What needs to be done> Copy out, exactly and with nothing else, the stretch of lines that starts at the line containing "<QuickSpec />" and finishes at the end of the data.

┏━━

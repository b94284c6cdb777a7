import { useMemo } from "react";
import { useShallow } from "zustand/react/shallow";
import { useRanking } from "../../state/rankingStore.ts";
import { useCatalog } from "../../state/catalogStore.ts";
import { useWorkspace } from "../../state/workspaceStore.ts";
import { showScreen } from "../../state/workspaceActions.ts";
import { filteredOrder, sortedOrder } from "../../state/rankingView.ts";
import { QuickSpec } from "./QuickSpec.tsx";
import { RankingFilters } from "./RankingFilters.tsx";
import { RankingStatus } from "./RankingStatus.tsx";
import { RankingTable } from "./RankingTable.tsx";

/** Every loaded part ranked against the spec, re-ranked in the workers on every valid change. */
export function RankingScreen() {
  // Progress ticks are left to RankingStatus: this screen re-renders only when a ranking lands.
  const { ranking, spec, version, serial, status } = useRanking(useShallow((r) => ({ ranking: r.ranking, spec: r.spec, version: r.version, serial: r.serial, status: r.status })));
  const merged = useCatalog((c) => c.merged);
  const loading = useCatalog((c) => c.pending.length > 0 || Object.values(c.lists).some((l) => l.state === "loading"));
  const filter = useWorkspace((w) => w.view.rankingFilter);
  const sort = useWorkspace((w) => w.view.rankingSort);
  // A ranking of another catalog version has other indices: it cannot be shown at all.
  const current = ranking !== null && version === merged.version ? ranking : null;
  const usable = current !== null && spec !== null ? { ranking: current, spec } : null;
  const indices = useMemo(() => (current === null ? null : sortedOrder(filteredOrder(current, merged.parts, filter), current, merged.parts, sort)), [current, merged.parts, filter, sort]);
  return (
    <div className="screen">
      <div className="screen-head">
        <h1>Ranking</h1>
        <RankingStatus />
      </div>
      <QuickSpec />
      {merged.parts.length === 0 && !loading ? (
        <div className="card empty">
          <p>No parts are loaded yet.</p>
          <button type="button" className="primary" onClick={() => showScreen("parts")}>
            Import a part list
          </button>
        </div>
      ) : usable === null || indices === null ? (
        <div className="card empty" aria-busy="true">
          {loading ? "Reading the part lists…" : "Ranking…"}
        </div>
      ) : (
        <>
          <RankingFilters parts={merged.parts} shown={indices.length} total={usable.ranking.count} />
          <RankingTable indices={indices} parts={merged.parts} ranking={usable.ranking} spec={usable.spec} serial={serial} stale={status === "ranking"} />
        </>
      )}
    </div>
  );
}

┗━━

Answer for this exercise>
      <QuickSpec />
      {merged.parts.length === 0 && !loading ? (
        <div className="card empty">
          <p>No parts are loaded yet.</p>
          <button type="button" className="primary" onClick={() => showScreen("parts")}>
            Import a part list
          </button>
        </div>
      ) : usable === null || indices === null ? (
        <div className="card empty" aria-busy="true">
          {loading ? "Reading the part lists…" : "Ranking…"}
        </div>
      ) : (
        <>
          <RankingFilters parts={merged.parts} shown={indices.length} total={usable.ranking.count} />
          <RankingTable indices={indices} parts={merged.parts} ranking={usable.ranking} spec={usable.spec} serial={serial} stale={status === "ranking"} />
        </>
      )}
    </div>
  );
}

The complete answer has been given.